While the `panic' caused by this show was probably exaggerated, some people did apparently take it to be real.   In any event, legend or fact, it is a piece of history now.


Listen to the most famous Halloween radio broadcast of them all.

1938-10-30 War of the Worlds

Twenty years after that famous broadcast, Studio One  opened their 10th season with a dramatic re-enactment of that broadcast, and the reaction of America.


Narrated by the most famous newsman of the era, Edward R. Murrow, this was a prestigious presentation that captures the mood of the nation in those nervous years just prior to World War II.


You’ll spot a lot of young, not-yet-quite famous actors in the cast including Ed Asner, John Astin, Vincent Gardenia, James CoburnWarren Oates and Warren Beatty.  The `stars’ of this production, however, are Ed Murrow and Alexander Scourby.

The Night America Trembled

This was the film debut of both John Astin and James Coburn, both destined to stardom in the decade to come.

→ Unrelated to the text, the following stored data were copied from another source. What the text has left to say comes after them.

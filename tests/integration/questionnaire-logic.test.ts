import { spawnSync } from 'node:child_process'
import { mkdtempSync, writeFileSync } from 'node:fs'
import { tmpdir } from 'node:os'
import path from 'node:path'
import { afterAll, beforeAll, describe, expect, it } from 'vitest'
import type { ModelRunDetail, ModelRunSummary } from '../../shared/types/models'
import { User, Visit } from '../../server/db/models'
import { closeTestDatabase, testDatabase } from '../support/database'
import { rectangular } from '../support/csv'
import { type SyncBody, type TestRound, makeRound, makeVisit } from '../support/field'
import { type Client, demoUser, freshClient } from '../support/server'

// Conditions and several answers end to end through the real routes and MariaDB: a hidden question answered is
// refused for that record only, "not asked" is stored apart from the answers, the export has one 0/1 column per
// option, and the model builder gets one yes/no term per option (checked against R's glm on the exported file).

let coordinator: Client
let enumerator: Client
let round: TestRound

const EXTRA = [
  { key: 'credit_access', label: 'Access to credit?', type: 'yesno', required: true },
  {
    key: 'credit_source', label: 'Where does the credit come from?', type: 'choice', required: true,
    options: [{ value: 'bank', label: 'Bank' }, { value: 'savings_group', label: 'Savings group' }],
    askWhen: { join: 'all', tests: [{ question: 'credit_access', test: 'equals', value: true }] }
  },
  {
    key: 'heard_from', label: '+Heard of the seed from', type: 'several',
    // Labels a spreadsheet would run as a formula: the dictionary must neutralise them like every other cell.
    options: [{ value: 'radio', label: '=Radio+1' }, { value: 'neighbour', label: 'A neighbour' }, { value: 'field_day', label: 'A field day' }]
  }
]

beforeAll(async () => {
  testDatabase()
  coordinator = freshClient()
  enumerator = freshClient()
  await coordinator.signIn(demoUser('coordinator').email)
  await enumerator.signIn(demoUser('enumerator').email)
  const me = await User.findOne({ where: { email: demoUser('enumerator').email } })
  round = await makeRound(coordinator, me!.id, EXTRA)
})
afterAll(closeTestDatabase)

const sync = (visits: unknown[]) => enumerator.post<SyncBody>('/api/sync/visits', { visits })

// A small seeded generator, so the visits (and the fit) are the same on every run.
function lcg(seed: number) {
  let s = seed >>> 0
  return () => {
    s = (Math.imul(s, 1664525) + 1013904223) >>> 0
    return s / 2 ** 32
  }
}

describe('conditions on the server', () => {
  it('refuses only the record that answers a hidden question, and stores "not asked" apart from the answers', async () => {
    const hiddenAnswered = makeVisit(round, {}, { credit_access: false, credit_source: 'bank' })
    const withCredit = makeVisit(round, {}, { credit_access: true, credit_source: 'savings_group', heard_from: ['radio', 'field_day'] })
    const withoutCredit = makeVisit(round, {}, { credit_access: false, heard_from: ['neighbour'] })
    const shownButEmpty = makeVisit(round, {}, { credit_access: true })
    const badTicks = makeVisit(round, {}, { credit_access: false, heard_from: ['radio', 'radio'] })
    const answer = await sync([hiddenAnswered, withCredit, withoutCredit, shownButEmpty, badTicks])
    expect(answer.status).toBe(200)
    expect(answer.body.results.map(r => r.status)).toEqual(['rejected', 'stored', 'stored', 'rejected', 'rejected'])
    expect(answer.body.results[0]!.errors).toEqual({
      'answers.credit_source': 'Not asked at this farm (asked only when Access to credit? is Yes): leave it empty'
    })
    expect(answer.body.results[3]!.errors).toEqual({ 'answers.credit_source': 'This answer is required' })
    expect(answer.body.results[4]!.errors).toEqual({ 'answers.heard_from': 'An answer is ticked twice' })
    expect(await Visit.count({ where: { id: [hiddenAnswered.id, shownButEmpty.id, badTicks.id] } })).toBe(0)
    const stored = await Visit.findByPk(withoutCredit.id)
    expect(stored!.answers).toEqual({ adopted: true, farm_size_ha: 2.5, household_size: 6, credit_access: false, heard_from: ['neighbour'] })
    expect(stored!.notAsked).toEqual(['credit_source'])
    expect((await Visit.findByPk(withCredit.id))!.notAsked).toBeNull()
  })

  it('keeps "not asked" true to the corrected answers when review corrects a visit', async () => {
    const visit = makeVisit(round, {}, { credit_access: true, credit_source: 'bank' })
    expect((await sync([visit])).body.counts.stored).toBe(1)
    // Correcting credit to "no" while its source still holds an answer is refused with the same field error…
    const refused = await coordinator.post<{ data: { fieldErrors: Record<string, string> } }>(`/api/review/visits/${visit.id}`, { action: 'correct', reason: 'The farmer has no loan', answers: { credit_access: false } })
    expect(refused.status).toBe(400)
    expect(refused.body.data.fieldErrors.credit_source).toMatch(/^Not asked at this farm/)
    // …and taken with the source cleared; the visit then records the source as not asked.
    const taken = await coordinator.post(`/api/review/visits/${visit.id}`, { action: 'correct', reason: 'The farmer has no loan', answers: { credit_access: false, credit_source: null } })
    expect(taken.status).toBe(200)
    const row = await Visit.findByPk(visit.id)
    expect(row!.notAsked).toEqual(['credit_source'])
    expect(row!.answers.credit_access).toBe(false)
  })
})

describe('several answers in the export and the model builder', () => {
  const N = 90
  let visits: Array<ReturnType<typeof makeVisit>>

  beforeAll(async () => {
    const u = lcg(20261202)
    visits = Array.from({ length: N }, () => {
      const ticks = ['radio', 'neighbour', 'field_day'].filter(() => u() < 0.45)
      const credit = u() < 0.4
      // Adoption goes with hearing from a neighbour or a field day (an invented relation, for the fit to find).
      const index = -0.4 + (ticks.includes('neighbour') ? 0.8 : 0) + (ticks.includes('field_day') ? 0.6 : 0) + 1.2 * (u() - 0.5)
      return makeVisit(round, { farmCode: `SEV-${Math.floor(u() * 1e9).toString(36)}` }, {
        adopted: index > 0, farm_size_ha: Math.round((0.5 + u() * 8) * 10) / 10, household_size: 3 + Math.floor(u() * 7), credit_access: credit,
        ...(credit ? { credit_source: u() < 0.5 ? 'bank' : 'savings_group' } : {}),
        ...(ticks.length ? { heard_from: ticks } : {})
      })
    })
    const answer = await sync(visits)
    expect(answer.body.counts.stored).toBe(N)
    const waiting = await coordinator.get<{ total: number }>(`/api/review/visits?roundId=${round.roundId}&state=received&flagged=0&pageSize=5`)
    const accepted = await coordinator.post('/api/review/accept-unflagged', { roundId: round.roundId, count: waiting.body.total })
    expect(accepted.status).toBe(200)
  })

  it('exports one 0/1 column per option and an asked column, every cell neutralised', async () => {
    const exported = await coordinator.get<string>(`/api/rounds/${round.roundId}/export?part=visits`)
    expect(exported.status).toBe(200)
    const rows = rectangular(exported.body)
    const header = rows[0]!
    expect(header.slice(-7)).toEqual(['group_member', 'credit_access', 'credit_source', 'credit_source.asked', 'heard_from.radio', 'heard_from.neighbour', 'heard_from.field_day'])
    const col = (name: string) => header.indexOf(name)
    const byId = new Map(rows.slice(1).map(r => [r[col('visit_id')]!, r]))
    for (const v of visits) {
      const row = byId.get(v.id)
      if (!row) continue // flagged visits wait in review and are not exported
      const ticks = (v.answers.heard_from ?? null) as string[] | null
      for (const option of ['radio', 'neighbour', 'field_day']) {
        expect(row[col(`heard_from.${option}`)]).toBe(ticks ? (ticks.includes(option) ? '1' : '0') : '')
      }
      expect(row[col('credit_source.asked')]).toBe(v.answers.credit_access ? '1' : '0')
      expect(row[col('credit_source')]).toBe(v.answers.credit_access ? v.answers.credit_source : '')
    }
    const dictionary = rectangular((await coordinator.get<string>(`/api/rounds/${round.roundId}/export?part=dictionary`)).body)
    const radio = dictionary.find(r => r[0] === 'heard_from.radio')!
    expect(radio[1]).toBe('\'+Heard of the seed from: =Radio+1 (1 ticked, 0 not ticked; empty when not answered or not asked)')
    expect(dictionary.find(r => r[0] === 'credit_source.asked')![1]).toBe('Whether "Where does the credit come from?" was asked at this farm (1) or not asked (0): asked only when Access to credit? is Yes')
  })

  it('fits one yes/no term per option, with the same estimates as R\'s glm on the exported 0/1 columns', async () => {
    const covariates = [{ key: 'heard_from.radio' }, { key: 'heard_from.neighbour' }, { key: 'heard_from.field_day' }]
    const started = await coordinator.post<ModelRunSummary>('/api/models', { roundId: round.roundId, covariates, se: 'conventional' })
    expect(started.status).toBe(202)
    let run: ModelRunDetail | undefined
    for (let i = 0; i < 120 && (!run || run.status === 'running'); i++) {
      await new Promise(resolve => setTimeout(resolve, 250))
      run = (await coordinator.get<ModelRunDetail>(`/api/models/${started.body.id}`)).body
    }
    expect(run!.status).toBe('done')
    const terms = run!.results!.coefficients.map(c => c.term)
    expect(terms).toHaveLength(4)
    expect(run!.results!.coefficients.slice(1).map(c => c.label)).toEqual(['+Heard of the seed from: =Radio+1: yes vs no', '+Heard of the seed from: A neighbour: yes vs no', '+Heard of the seed from: A field day: yes vs no'])

    // Outside reference: R's glm (probit link) on the exported file, farms with no ticks left out as missing.
    const dir = mkdtempSync(path.join(tmpdir(), 'furrowcast-several-'))
    writeFileSync(path.join(dir, 'visits.csv'), (await coordinator.get<string>(`/api/rounds/${round.roundId}/export?part=visits`)).body)
    const script = `d <- read.csv("${path.join(dir, 'visits.csv')}", stringsAsFactors = FALSE)
      d$y <- as.numeric(d$adopted == "yes")
      f <- glm(y ~ heard_from.radio + heard_from.neighbour + heard_from.field_day, family = binomial(link = "probit"), data = d)
      cat(sprintf("%.10f", coef(f)), nobs(f), sep = "\\n")`
    const r = spawnSync('Rscript', ['-e', script], { encoding: 'utf8' })
    expect(r.status, r.stderr).toBe(0)
    const values = r.stdout.trim().split('\n').map(Number)
    expect(run!.results!.rows.used).toBe(values[4])
    run!.results!.coefficients.forEach((c, i) => expect(c.estimate).toBeCloseTo(values[i]!, 5))
  })

  it('says how many farms each treatment of "not asked" keeps, and fits with the one chosen', async () => {
    const info = await coordinator.get<{ asking: Record<string, { answered: number, notAsked: number, condition: string }> }>(`/api/models/questions?roundId=${round.roundId}`)
    const accepted = await Visit.findAll({ where: { roundId: round.roundId, reviewState: 'accepted' } })
    const withSource = accepted.filter(v => typeof v.answers.credit_source === 'string').length
    const notAsked = accepted.filter(v => v.notAsked?.includes('credit_source')).length
    expect(notAsked).toBeGreaterThan(10)
    expect(info.body.asking.credit_source).toEqual({ condition: 'Access to credit? is Yes', answered: withSource, notAsked })

    const preview = (notAskedChoice?: string) => coordinator.post<{ rows: { used: number }, message?: string }>('/api/models/preview', {
      roundId: round.roundId, covariates: [{ key: 'farm_size_ha' }, { key: 'credit_source', ...(notAskedChoice ? { notAsked: notAskedChoice } : {}) }]
    })
    const unsaid = await preview()
    expect(unsaid.status).toBe(400)
    expect(unsaid.body.message).toContain('Where does the credit come from? is asked only when Access to credit? is Yes: choose whether farms not asked count as 0 or are left out')
    expect((await preview('asked-only')).body.rows.used).toBe(withSource)
    expect((await preview('zero')).body.rows.used).toBe(withSource + notAsked)
  })
})

describe('checks across answers on the server', () => {
  it('refuses, for that record only, a visit breaking a check, with the coordinator\'s message', async () => {
    const detail = await coordinator.get<{ questionnaire: { definition: { questions: unknown[] } } }>(`/api/rounds/${round.roundId}`)
    const message = 'A household of this size cannot farm more than 40 ha here: check both answers.'
    const saved = await coordinator.request<{ id: number }>('PUT', `/api/rounds/${round.roundId}/questionnaire`, {
      questions: detail.body.questionnaire.definition.questions,
      checks: [{ question: 'farm_size_ha', test: 'at_most', against: { value: 40 }, message }]
    })
    expect(saved.status).toBe(200)
    const v2 = { ...round, versionId: saved.body.id }
    const breaks = makeVisit(v2, {}, { credit_access: false, farm_size_ha: 45 })
    const keeps = makeVisit(v2, {}, { credit_access: false, farm_size_ha: 39.5 })
    const answer = await sync([breaks, keeps])
    expect(answer.body.results.map(r => r.status)).toEqual(['rejected', 'stored'])
    expect(answer.body.results[0]!.errors).toEqual({ 'answers.farm_size_ha': message })
    expect(await Visit.count({ where: { id: breaks.id } })).toBe(0)
    // A check that names an unknown question is refused on save with a clear message.
    const bad = await coordinator.request<{ message: string }>('PUT', `/api/rounds/${round.roundId}/questionnaire`, {
      questions: detail.body.questionnaire.definition.questions,
      checks: [{ question: 'farm_size_ha', test: 'at_most', against: { question: 'plot_size' }, message: 'Plot within farm' }]
    })
    expect(bad.status).toBe(400)
    expect(bad.body.message).toContain('The check compares with "plot_size", which is not a question of this questionnaire')
  })
})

As you watch, remember that this was live television, with no chances for re-takes, no post-production editing.  This was acting (and directing) without a net.   And something that few TV shows dare to attempt today.


The days of live drama were nearly at an end by 1958, with video tape and film soon to replace the `stage bound’ production so common during Televisions first decade.


The original radio show, followed by the TV re-enactment, would make a fine (and educational) evenings’ double feature in the days ahead.  

Sunday, October 24, 2010

A Lon Day’s Journey Into Nightmare






While cowboys, detectives (public & private), and variety shows pretty much ruled America’s prime time TV airwaves in the late 1950s and early 1960s there were a few exceptions.


Rod Serling’s classic The Twilight Zone ran for 5 seasons on CBS, and continues to be shown on cable stations around the world a half century later.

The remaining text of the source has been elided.